[RECORDS FOR PROCESSING]

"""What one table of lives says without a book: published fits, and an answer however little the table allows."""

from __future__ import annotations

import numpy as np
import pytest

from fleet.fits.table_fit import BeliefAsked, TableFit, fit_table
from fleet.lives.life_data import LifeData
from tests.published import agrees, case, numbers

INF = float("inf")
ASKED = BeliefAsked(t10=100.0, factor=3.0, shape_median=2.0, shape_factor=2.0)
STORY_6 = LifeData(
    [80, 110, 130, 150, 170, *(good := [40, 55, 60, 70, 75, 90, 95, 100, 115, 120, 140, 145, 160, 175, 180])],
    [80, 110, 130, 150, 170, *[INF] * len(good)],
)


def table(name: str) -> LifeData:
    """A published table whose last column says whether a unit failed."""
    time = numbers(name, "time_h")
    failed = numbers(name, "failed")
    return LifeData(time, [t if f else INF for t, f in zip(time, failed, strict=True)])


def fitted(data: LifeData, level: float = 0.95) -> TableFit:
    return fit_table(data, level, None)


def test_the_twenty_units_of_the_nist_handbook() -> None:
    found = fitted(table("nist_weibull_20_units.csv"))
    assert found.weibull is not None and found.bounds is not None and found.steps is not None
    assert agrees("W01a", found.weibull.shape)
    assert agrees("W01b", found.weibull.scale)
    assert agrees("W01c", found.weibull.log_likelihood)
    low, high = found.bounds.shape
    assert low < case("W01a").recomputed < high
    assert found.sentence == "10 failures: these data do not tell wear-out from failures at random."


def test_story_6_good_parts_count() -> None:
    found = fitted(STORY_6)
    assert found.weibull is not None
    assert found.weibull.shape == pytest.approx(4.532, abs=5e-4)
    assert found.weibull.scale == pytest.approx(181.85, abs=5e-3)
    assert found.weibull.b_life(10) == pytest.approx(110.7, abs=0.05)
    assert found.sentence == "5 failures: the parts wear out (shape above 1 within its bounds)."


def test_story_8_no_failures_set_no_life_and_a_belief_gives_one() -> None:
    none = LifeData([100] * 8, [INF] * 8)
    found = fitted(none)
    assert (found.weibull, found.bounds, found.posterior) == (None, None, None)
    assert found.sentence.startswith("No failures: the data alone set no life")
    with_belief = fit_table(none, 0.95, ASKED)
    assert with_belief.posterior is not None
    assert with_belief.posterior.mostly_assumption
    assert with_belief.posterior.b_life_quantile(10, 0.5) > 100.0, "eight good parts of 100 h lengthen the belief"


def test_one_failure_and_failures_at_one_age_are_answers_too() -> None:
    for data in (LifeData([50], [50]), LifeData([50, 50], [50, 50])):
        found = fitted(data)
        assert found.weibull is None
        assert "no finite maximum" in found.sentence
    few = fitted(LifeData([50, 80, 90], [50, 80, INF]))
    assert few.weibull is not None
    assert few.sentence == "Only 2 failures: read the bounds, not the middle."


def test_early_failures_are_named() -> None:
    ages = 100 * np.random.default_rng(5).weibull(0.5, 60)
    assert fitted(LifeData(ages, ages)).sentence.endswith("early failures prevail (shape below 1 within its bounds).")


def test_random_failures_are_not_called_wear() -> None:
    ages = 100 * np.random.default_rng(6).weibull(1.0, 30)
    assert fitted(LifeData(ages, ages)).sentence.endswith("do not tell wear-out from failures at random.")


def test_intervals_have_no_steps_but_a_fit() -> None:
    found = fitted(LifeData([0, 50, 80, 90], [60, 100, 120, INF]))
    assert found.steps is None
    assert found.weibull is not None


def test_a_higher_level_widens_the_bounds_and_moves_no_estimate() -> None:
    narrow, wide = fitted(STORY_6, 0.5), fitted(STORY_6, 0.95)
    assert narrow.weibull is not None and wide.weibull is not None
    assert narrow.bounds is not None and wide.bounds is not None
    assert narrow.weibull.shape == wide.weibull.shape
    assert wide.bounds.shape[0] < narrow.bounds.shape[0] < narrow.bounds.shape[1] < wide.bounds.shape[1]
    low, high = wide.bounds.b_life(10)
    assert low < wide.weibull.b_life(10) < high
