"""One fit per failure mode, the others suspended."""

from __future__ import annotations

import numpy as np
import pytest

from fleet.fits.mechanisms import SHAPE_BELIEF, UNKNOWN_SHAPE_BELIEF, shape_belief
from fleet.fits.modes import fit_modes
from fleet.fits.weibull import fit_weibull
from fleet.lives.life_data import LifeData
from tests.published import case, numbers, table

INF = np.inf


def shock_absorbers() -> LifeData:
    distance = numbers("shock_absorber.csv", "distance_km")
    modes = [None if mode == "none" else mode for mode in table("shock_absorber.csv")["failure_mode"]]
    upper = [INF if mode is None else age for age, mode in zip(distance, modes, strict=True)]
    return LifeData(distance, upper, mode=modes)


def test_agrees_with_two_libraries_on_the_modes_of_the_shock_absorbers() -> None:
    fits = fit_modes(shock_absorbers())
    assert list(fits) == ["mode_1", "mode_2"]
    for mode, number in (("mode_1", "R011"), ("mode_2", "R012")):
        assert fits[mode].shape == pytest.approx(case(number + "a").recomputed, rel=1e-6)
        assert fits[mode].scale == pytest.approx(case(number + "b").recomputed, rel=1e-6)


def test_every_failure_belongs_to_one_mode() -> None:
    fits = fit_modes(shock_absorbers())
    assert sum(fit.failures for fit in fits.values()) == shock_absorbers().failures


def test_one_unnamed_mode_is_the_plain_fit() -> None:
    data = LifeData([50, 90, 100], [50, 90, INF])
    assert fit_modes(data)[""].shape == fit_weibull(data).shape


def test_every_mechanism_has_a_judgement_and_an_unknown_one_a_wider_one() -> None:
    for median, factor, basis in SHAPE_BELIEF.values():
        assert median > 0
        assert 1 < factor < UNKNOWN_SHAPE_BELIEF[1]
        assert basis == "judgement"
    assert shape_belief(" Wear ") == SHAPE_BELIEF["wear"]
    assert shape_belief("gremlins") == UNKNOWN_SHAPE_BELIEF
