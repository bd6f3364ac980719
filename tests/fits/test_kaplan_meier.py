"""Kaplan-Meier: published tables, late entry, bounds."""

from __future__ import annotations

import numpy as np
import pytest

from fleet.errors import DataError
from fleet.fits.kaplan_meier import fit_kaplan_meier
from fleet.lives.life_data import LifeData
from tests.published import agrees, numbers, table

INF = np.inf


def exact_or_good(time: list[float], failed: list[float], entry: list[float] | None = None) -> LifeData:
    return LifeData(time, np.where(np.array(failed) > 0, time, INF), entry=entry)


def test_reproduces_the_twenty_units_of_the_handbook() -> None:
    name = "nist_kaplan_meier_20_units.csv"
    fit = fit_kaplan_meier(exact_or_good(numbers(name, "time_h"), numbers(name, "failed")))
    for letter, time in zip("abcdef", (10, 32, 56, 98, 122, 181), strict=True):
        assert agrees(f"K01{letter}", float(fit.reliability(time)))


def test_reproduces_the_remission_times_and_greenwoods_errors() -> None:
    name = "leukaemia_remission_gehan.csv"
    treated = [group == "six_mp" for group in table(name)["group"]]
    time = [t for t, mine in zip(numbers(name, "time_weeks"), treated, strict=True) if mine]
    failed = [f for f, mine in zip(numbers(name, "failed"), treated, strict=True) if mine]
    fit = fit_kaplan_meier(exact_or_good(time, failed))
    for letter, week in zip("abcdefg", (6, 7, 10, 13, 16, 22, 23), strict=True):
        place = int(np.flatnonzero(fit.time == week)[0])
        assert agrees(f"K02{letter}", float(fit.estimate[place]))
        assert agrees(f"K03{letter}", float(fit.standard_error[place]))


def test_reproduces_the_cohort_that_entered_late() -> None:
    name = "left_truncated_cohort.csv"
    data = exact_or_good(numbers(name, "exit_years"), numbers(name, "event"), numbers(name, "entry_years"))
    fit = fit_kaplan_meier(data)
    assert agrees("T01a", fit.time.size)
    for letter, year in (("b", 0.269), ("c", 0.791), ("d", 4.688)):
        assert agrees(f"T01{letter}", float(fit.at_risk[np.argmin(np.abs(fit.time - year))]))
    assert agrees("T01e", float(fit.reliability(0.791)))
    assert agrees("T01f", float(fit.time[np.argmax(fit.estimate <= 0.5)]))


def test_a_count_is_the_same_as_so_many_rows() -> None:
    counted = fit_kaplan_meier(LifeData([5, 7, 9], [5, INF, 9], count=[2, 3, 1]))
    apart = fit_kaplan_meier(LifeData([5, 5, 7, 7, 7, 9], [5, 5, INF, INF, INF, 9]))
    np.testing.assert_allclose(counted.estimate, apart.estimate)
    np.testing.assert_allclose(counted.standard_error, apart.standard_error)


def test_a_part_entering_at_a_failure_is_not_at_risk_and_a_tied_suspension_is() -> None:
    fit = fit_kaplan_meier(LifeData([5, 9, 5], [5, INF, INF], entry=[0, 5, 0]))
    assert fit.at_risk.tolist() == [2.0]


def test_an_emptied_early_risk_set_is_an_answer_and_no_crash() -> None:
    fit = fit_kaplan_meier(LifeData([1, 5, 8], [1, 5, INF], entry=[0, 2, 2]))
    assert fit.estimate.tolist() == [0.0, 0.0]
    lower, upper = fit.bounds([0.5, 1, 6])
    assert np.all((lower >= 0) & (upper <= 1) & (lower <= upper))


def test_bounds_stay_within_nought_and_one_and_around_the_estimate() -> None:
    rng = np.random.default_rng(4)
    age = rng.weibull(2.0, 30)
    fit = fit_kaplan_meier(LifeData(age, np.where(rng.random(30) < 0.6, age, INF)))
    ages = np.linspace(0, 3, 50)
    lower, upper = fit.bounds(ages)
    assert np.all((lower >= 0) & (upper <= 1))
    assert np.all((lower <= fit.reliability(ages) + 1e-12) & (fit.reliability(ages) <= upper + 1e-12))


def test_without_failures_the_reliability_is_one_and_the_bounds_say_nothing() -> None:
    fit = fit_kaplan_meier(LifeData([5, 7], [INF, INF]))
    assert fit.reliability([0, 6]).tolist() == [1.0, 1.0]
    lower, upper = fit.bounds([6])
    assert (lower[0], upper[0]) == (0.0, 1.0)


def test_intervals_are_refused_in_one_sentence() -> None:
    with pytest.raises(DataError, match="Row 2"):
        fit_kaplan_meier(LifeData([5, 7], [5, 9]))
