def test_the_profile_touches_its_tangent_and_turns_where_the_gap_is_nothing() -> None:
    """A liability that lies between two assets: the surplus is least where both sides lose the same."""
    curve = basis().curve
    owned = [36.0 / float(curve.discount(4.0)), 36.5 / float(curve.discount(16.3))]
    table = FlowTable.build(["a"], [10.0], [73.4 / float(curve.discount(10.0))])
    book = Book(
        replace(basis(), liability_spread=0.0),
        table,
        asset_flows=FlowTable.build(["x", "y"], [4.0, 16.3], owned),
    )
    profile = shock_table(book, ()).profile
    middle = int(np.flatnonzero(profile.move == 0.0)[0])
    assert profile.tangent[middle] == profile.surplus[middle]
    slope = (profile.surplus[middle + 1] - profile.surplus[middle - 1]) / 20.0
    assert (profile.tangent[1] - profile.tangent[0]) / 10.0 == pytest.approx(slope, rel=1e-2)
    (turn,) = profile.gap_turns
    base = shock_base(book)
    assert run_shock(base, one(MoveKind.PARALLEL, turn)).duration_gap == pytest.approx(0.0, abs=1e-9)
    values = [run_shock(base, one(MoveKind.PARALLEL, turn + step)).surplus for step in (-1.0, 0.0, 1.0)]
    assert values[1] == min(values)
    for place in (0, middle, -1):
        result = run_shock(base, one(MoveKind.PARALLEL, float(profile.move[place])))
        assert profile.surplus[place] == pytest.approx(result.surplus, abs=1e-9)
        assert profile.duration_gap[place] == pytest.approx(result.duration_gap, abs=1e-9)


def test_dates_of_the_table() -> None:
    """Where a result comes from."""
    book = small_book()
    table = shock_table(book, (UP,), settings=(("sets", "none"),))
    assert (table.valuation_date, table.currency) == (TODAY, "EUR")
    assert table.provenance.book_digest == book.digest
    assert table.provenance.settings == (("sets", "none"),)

[/RECORDS FOR PROCESSING]

• **WHAT TO DO**
Each line above holding the word "basis" counts; reply with how many there are, only the number.

• **EXERCISE RESULT**
4